START TASK INPUT
/// Removes layer `name` and every system-table row that refers to it.
fn drop_layer(
    tx: &Connection,
    name: &str,
    system_tables: &[(String, String)],
) -> rusqlite::Result<()> {
    // Provenance records referenced only by this layer go with it.
    let has_metadata: i64 = tx.query_row(
        "SELECT count(*) FROM main.sqlite_master WHERE name = 'gpkg_metadata_reference'",
        [],
        |r| r.get(0),
    )?;
    if has_metadata > 0 {
        tx.execute(
            "DELETE FROM main.gpkg_metadata WHERE id IN (SELECT md_file_id FROM main.gpkg_metadata_reference WHERE lower(table_name) = lower(?1))
             AND id NOT IN (SELECT md_file_id FROM main.gpkg_metadata_reference WHERE lower(table_name) IS NOT lower(?1))",
            [name],
        )?;
    }
    let mut main_system: Vec<String> = {
        let mut s = tx.prepare(
            "SELECT name FROM main.sqlite_master WHERE type = 'table' AND name LIKE 'gpkg%'",
        )?;
        let v = s
            .query_map([], |r| r.get::<_, String>(0))?
            .collect::<rusqlite::Result<Vec<_>>>()?;
        v
    };
    main_system.extend(system_tables.iter().map(|(n, _)| n.clone()));
    main_system.sort();
    main_system.dedup();
    for table in main_system {
        let present: i64 = tx.query_row(
            "SELECT count(*) FROM main.sqlite_master WHERE name = ?1",
            [&table],
            |r| r.get(0),
        )?;
        if present == 0 || table == "gpkg_spatial_ref_sys" {
            continue;
        }
        let columns = columns_of(tx, "main", &table)?;
        if let Some(owner) = owner_column(&columns) {
            tx.execute(
                &format!(
                    "DELETE FROM main.{} WHERE lower({owner}) = lower(?1)",
                    q(&table)
                ),
                [name],
            )?;
        }
    }
    let rtrees: Vec<String> = {
        let mut s = tx.prepare(
            "SELECT name FROM main.sqlite_master WHERE type = 'table' AND sql LIKE 'CREATE VIRTUAL TABLE%' AND lower(name) LIKE 'rtree\\_' || lower(?1) || '\\_%' ESCAPE '\\'",
        )?;
        let v = s
            .query_map([name], |r| r.get::<_, String>(0))?
            .collect::<rusqlite::Result<Vec<_>>>()?;
        v
    };
    for rtree in rtrees {
        tx.execute_batch(&format!("DROP TABLE main.{}", q(&rtree)))?;
    }
    tx.execute_batch(&format!("DROP TABLE IF EXISTS main.{}", q(name)))?;
    let has_sequence: i64 = tx.query_row(
        "SELECT count(*) FROM main.sqlite_master WHERE name = 'sqlite_sequence'",
        [],
        |r| r.get(0),
    )?;
    if has_sequence > 0 {
        tx.execute(
            "DELETE FROM main.sqlite_sequence WHERE lower(name) = lower(?1)",
            [name],
        )?;
    }
    Ok(())
}

/// Copies layer `name` (table, R-tree, indexes, triggers, system-table rows) from `staged`.
fn copy_layer(
    tx: &Connection,
    name: &str,
    system_tables: &[(String, String)],
    srs_map: &BTreeMap<i64, i64>,
) -> rusqlite::Result<()> {
    let create: String = tx.query_row(
        "SELECT sql FROM staged.sqlite_master WHERE type = 'table' AND name = ?1",
        [name],
        |r| r.get(0),
    )?;
    tx.execute_batch(&create)?;
    tx.execute(
        &format!("INSERT INTO main.{0} SELECT * FROM staged.{0}", q(name)),
        [],
    )?;
    // Geometry blobs carry the srs_id too (OGC 12-128r18 req. 20); renumber them with the layer.
    let geometry: Option<(String, i64)> = tx
        .query_row(
            "SELECT column_name, srs_id FROM staged.gpkg_geometry_columns WHERE table_name = ?1",
            [name],
            |r| Ok((r.get(0)?, r.get(1)?)),
        )
        .optional()?;
    if let Some((column, old)) = geometry {
        if let Some(new) = srs_map.get(&old).filter(|new| **new != old) {
            tx.execute(
                &format!(
                    "UPDATE main.{0} SET {1} = stance_set_srs({1}, ?1)",
                    q(name),
                    q(&column)
                ),
                [new],
            )?;
        }
    }
    let sequence: Option<i64> = tx
        .query_row(
            "SELECT seq FROM staged.sqlite_sequence WHERE name = ?1",
            [name],
            |r| r.get(0),
        )
        .optional()
        .unwrap_or(None);
    if let Some(seq) = sequence {
        tx.execute("DELETE FROM main.sqlite_sequence WHERE name = ?1", [name])?;
        tx.execute(
            "INSERT INTO main.sqlite_sequence (name, seq) VALUES (?1, ?2)",
            rusqlite::params![name, seq],
        )?;
    }
    let rtrees: Vec<(String, String)> = {
        let mut s = tx.prepare(
            "SELECT name, sql FROM staged.sqlite_master WHERE type = 'table' AND sql LIKE 'CREATE VIRTUAL TABLE%' AND name LIKE 'rtree\\_' || ?1 || '\\_%' ESCAPE '\\'",
        )?;
        let v = s
            .query_map([name], |r| Ok((r.get(0)?, r.get(1)?)))?
            .collect::<rusqlite::Result<Vec<_>>>()?;
        v
    };
    for (rtree, create) in &rtrees {
        tx.execute_batch(create)?;
        // The R-tree's shadow tables are copied as they are when both files use the same node
        // size (SQLite derives it from the page size): inserting through the virtual table
        // would rebuild the tree one row at a time, about 9 µs a row.
        let node_size = |schema: &str| -> rusqlite::Result<Option<i64>> {
            tx.query_row(
                &format!(
                    "SELECT length(data) FROM {schema}.{} WHERE nodeno = 1",
                    q(&format!("{rtree}_node"))
                ),
                [],
                |r| r.get(0),
            )
            .optional()
        };
        let same_nodes = node_size("main")?.is_some() && node_size("main")? == node_size("staged")?;
        if same_nodes {
            for suffix in ["_node", "_parent", "_rowid"] {
                let shadow = q(&format!("{rtree}{suffix}"));
                tx.execute_batch(&format!(
                    "DELETE FROM main.{shadow}; INSERT INTO main.{shadow} SELECT * FROM staged.{shadow};"
                ))?;
            }
        } else {
            tx.execute(
                &format!("INSERT INTO main.{0} SELECT * FROM staged.{0}", q(rtree)),
                [],
            )?;
        }
    }
    for kind in ["index", "trigger"] {
        let mut s = tx.prepare("SELECT sql FROM staged.sqlite_master WHERE type = ?1 AND tbl_name = ?2 AND sql IS NOT NULL ORDER BY rowid")?;
        let statements = s
            .query_map([kind, name], |r| r.get::<_, String>(0))?
            .collect::<rusqlite::Result<Vec<_>>>()?;
        for statement in statements {
            tx.execute_batch(&statement)?;
        }
    }
    for (table, _) in system_tables {
        if table == "gpkg_spatial_ref_sys" || table == "gpkg_metadata" {
            continue;
        }
        let staged_columns = columns_of(tx, "staged", table)?;
        let main_columns = columns_of(tx, "main", table)?;
        let has_autoincrement_id = table == "gpkg_2d_gridded_coverage_ancillary"
            || table == "gpkg_2d_gridded_tile_ancillary";
        let columns: Vec<&String> = staged_columns
            .iter()
            .filter(|c| main_columns.contains(c))
            .filter(|c| !(has_autoincrement_id && c.as_str() == "id"))
            .collect();
        let list = columns.iter().map(|c| q(c)).collect::<Vec<_>>().join(", ");
        if table == "gpkg_metadata_reference" {
            // Each record gets a fresh id in the output.
            let mut s = tx.prepare(
                "SELECT r.md_file_id, m.md_scope, m.md_standard_uri, m.mime_type, m.metadata FROM staged.gpkg_metadata_reference r
                 JOIN staged.gpkg_metadata m ON m.id = r.md_file_id WHERE r.table_name = ?1",
            )?;
            let records = s
                .query_map([name], |r| {
                    Ok((
                        r.get::<_, i64>(0)?,
                        r.get::<_, String>(1)?,
                        r.get::<_, String>(2)?,
                        r.get::<_, String>(3)?,
                        r.get::<_, String>(4)?,
                    ))
                })?
                .collect::<rusqlite::Result<Vec<_>>>()?;
            for (old_id, scope, uri, mime, metadata) in records {
                tx.execute(
                    "INSERT INTO main.gpkg_metadata (md_scope, md_standard_uri, mime_type, metadata) VALUES (?1, ?2, ?3, ?4)",
                    rusqlite::params![scope, uri, mime, metadata],
                )?;
                let new_id = tx.last_insert_rowid();
                tx.execute(
                    "INSERT INTO main.gpkg_metadata_reference (reference_scope, table_name, column_name, row_id_value, timestamp, md_file_id, md_parent_id)
                     SELECT reference_scope, table_name, column_name, row_id_value, timestamp, ?1, NULL FROM staged.gpkg_metadata_reference
                     WHERE table_name = ?2 AND md_file_id = ?3",
                    rusqlite::params![new_id, name, old_id],
                )?;
            }
            continue;
        }
        let Some(owner) = owner_column(&staged_columns) else {
            continue;
        };
        if table == "gpkg_extensions" {
            // Rows of this layer, plus extension rows of system tables the output may lack.
            tx.execute(
                &format!("INSERT INTO main.gpkg_extensions ({list}) SELECT {list} FROM staged.gpkg_extensions WHERE table_name = ?1"),
                [name],
            )?;
            // A system-table extension that names a column (e.g. gpkg_crs_wkt on
            // gpkg_spatial_ref_sys.definition_12_063) applies only if the output has that column.
            let candidates: Vec<(String, Option<String>)> = {
                let mut statement = tx.prepare(
                    "SELECT s.table_name, s.column_name FROM staged.gpkg_extensions s
                     WHERE s.table_name IS NULL OR s.table_name LIKE 'gpkg%'",
                )?;
                let rows = statement
                    .query_map([], |r| {
                        Ok((
                            r.get::<_, Option<String>>(0)?.unwrap_or_default(),
                            r.get(1)?,
                        ))
                    })?
                    .collect::<rusqlite::Result<Vec<_>>>()?;
                rows
            };
            for (table_name, column_name) in candidates {
                if let Some(column) = &column_name {
                    if !columns_of(tx, "main", &table_name)?
                        .iter()
                        .any(|c| c == column)
                    {
                        continue;
                    }
                }
                tx.execute(
                    &format!(
                        "INSERT INTO main.gpkg_extensions ({list}) SELECT {list} FROM staged.gpkg_extensions s
                         WHERE coalesce(s.table_name, '') = ?1 AND s.column_name IS ?2 AND NOT EXISTS (
                           SELECT 1 FROM main.gpkg_extensions m WHERE m.table_name IS s.table_name
                           AND m.column_name IS s.column_name AND m.extension_name = s.extension_name)"
                    ),
                    rusqlite::params![table_name, column_name],
                )?;
            }
            continue;
        }
        tx.execute(
            &format!(
                "INSERT INTO main.{0} ({list}) SELECT {list} FROM staged.{0} WHERE {owner} = ?1",
                q(table)
            ),
            [name],
        )?;
        if columns.iter().any(|c| c.as_str() == "srs_id") {
            for (old, new) in srs_map {
                if old != new {
                    tx.execute(
                        &format!(
                            "UPDATE main.{} SET srs_id = ?1 WHERE {owner} = ?2 AND srs_id = ?3",
                            q(table)
                        ),
                        rusqlite::params![new, name, old],
                    )?;
                }
            }
        }
    }
    Ok(())
}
END TASK INPUT
WORK TASK: What lines above hold the word "timestamp"? Pull each one out.

OUTPUT FOR THIS EXERCISE:
                    "INSERT INTO main.gpkg_metadata_reference (reference_scope, table_name, column_name, row_id_value, timestamp, md_file_id, md_parent_id)
                     SELECT reference_scope, table_name, column_name, row_id_value, timestamp, ?1, NULL FROM staged.gpkg_metadata_reference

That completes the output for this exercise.